Task:
For each line below that contains the word "layOut", return that line.

Stored items from a collection:

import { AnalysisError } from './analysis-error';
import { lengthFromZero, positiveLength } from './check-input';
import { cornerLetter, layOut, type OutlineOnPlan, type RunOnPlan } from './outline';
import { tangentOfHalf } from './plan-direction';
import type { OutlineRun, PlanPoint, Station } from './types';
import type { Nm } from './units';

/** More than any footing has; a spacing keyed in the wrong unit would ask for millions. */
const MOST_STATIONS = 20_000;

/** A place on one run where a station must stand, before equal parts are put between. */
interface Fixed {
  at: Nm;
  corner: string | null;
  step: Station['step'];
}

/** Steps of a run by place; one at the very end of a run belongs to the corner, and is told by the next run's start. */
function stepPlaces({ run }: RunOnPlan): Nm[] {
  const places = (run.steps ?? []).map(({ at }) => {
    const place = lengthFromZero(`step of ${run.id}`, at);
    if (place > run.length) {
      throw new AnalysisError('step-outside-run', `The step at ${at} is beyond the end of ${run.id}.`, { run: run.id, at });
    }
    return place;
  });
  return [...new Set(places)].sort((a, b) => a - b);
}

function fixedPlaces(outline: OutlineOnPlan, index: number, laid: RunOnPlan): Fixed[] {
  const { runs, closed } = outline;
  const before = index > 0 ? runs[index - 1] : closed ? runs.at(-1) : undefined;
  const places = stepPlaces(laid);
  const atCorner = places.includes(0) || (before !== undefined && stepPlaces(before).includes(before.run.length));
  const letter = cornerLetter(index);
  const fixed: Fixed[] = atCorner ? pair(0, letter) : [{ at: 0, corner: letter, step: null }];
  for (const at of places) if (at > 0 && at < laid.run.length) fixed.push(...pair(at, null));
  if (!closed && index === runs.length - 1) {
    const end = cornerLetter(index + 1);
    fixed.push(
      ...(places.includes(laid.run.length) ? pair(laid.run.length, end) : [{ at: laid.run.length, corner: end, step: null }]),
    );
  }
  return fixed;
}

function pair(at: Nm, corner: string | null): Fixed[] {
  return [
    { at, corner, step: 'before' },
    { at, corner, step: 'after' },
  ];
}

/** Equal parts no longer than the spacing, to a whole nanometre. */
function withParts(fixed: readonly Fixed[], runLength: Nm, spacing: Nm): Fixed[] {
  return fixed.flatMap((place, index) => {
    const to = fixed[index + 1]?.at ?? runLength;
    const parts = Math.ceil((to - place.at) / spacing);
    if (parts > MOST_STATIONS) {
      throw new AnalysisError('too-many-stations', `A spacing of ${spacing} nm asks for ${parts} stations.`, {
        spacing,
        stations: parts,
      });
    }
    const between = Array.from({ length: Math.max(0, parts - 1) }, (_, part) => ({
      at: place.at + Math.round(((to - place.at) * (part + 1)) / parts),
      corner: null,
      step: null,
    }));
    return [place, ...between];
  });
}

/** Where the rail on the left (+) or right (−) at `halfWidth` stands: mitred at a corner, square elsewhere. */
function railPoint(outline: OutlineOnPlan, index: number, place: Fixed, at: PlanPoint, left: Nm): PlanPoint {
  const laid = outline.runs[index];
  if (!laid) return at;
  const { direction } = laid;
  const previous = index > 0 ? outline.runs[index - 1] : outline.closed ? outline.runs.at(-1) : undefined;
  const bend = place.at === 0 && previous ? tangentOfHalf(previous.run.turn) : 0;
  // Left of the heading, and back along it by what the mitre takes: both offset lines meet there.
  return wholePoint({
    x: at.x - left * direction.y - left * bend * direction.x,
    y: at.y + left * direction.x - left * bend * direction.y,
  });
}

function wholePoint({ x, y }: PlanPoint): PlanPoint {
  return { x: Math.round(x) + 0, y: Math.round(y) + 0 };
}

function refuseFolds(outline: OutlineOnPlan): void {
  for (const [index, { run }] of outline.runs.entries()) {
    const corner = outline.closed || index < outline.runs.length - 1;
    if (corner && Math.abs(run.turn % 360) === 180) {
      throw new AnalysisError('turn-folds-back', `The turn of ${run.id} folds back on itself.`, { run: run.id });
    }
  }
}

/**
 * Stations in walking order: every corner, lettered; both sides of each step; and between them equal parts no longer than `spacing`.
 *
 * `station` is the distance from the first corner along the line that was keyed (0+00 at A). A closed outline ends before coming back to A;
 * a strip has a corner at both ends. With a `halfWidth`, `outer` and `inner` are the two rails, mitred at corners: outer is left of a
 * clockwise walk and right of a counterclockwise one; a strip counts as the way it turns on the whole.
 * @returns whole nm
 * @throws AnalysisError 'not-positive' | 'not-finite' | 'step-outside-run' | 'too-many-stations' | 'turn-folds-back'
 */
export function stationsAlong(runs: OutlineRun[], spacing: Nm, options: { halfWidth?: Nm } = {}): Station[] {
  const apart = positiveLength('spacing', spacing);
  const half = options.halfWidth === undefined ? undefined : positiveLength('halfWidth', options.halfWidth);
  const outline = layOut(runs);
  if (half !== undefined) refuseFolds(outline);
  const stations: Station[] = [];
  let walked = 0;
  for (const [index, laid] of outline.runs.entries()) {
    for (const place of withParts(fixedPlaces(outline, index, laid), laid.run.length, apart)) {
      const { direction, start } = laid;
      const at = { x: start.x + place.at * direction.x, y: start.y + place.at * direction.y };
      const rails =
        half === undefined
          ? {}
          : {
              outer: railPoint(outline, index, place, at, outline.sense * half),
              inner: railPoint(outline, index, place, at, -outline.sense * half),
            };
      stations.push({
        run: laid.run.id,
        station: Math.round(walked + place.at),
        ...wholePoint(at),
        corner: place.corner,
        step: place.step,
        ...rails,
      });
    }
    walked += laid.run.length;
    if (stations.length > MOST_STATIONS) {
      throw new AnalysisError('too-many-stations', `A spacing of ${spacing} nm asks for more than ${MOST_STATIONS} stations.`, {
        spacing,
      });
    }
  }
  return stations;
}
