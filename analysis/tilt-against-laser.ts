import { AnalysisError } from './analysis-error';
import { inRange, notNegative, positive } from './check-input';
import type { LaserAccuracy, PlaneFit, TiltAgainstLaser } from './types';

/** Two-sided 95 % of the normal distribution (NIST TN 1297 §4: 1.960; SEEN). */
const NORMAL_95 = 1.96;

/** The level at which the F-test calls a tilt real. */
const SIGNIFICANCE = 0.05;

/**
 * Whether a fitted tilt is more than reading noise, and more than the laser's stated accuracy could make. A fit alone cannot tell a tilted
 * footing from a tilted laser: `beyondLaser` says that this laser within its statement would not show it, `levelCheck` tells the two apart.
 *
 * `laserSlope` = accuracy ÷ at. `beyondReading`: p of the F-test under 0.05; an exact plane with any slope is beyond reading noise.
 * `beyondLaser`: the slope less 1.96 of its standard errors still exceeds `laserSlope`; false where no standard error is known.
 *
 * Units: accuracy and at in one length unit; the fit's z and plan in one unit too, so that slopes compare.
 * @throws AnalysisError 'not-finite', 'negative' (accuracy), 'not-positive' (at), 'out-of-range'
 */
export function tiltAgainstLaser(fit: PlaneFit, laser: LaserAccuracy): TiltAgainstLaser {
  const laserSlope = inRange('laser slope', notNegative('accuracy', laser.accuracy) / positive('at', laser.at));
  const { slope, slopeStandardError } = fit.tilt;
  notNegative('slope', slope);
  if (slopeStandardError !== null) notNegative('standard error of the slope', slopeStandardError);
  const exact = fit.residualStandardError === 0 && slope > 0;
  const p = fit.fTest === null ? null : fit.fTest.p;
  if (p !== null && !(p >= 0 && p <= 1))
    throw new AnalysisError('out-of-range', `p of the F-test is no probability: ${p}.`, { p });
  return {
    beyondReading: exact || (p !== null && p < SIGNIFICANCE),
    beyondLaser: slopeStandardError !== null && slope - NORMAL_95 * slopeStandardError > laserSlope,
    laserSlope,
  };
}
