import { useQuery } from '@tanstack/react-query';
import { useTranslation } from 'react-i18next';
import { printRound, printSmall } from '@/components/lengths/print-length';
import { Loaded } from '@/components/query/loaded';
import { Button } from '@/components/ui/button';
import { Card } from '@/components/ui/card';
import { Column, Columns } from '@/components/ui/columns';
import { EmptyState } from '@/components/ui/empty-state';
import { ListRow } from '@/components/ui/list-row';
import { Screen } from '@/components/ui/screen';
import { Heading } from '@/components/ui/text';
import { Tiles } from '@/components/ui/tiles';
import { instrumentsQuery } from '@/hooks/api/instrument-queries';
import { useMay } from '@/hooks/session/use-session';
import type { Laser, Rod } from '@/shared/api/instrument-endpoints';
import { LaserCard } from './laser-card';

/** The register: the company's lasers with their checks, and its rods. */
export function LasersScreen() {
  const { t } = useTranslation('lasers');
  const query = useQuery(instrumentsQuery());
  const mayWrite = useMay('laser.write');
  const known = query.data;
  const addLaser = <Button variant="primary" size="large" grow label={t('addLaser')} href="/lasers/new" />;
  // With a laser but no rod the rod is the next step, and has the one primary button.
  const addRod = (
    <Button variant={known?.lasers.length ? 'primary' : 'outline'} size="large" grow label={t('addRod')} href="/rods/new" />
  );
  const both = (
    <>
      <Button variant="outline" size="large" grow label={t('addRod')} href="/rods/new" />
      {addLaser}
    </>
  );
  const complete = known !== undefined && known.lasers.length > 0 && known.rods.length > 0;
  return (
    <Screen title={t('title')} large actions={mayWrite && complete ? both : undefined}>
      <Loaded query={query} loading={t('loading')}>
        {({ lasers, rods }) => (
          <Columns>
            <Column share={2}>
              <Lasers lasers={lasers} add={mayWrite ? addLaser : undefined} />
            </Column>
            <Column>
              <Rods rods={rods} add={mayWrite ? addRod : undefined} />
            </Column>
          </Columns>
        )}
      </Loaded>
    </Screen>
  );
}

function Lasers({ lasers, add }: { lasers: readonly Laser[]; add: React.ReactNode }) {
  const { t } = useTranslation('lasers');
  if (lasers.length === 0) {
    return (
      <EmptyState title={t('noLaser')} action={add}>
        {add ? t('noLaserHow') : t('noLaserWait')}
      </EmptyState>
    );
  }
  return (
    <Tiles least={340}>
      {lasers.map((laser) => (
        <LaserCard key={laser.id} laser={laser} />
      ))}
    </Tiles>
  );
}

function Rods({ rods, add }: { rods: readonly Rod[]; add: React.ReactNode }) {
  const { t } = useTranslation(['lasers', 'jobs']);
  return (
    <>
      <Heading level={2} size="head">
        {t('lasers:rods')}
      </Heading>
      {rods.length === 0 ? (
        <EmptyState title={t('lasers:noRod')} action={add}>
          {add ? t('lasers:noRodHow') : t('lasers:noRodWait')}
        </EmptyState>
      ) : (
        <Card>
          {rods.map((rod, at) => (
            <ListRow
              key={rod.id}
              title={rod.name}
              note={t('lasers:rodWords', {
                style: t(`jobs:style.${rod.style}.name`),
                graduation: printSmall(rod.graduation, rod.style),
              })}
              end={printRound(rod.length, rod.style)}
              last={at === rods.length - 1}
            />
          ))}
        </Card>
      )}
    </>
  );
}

Answer for the task:
import { cornerLetter, layOut, type OutlineOnPlan, type RunOnPlan } from './outline';
  const outline = layOut(runs);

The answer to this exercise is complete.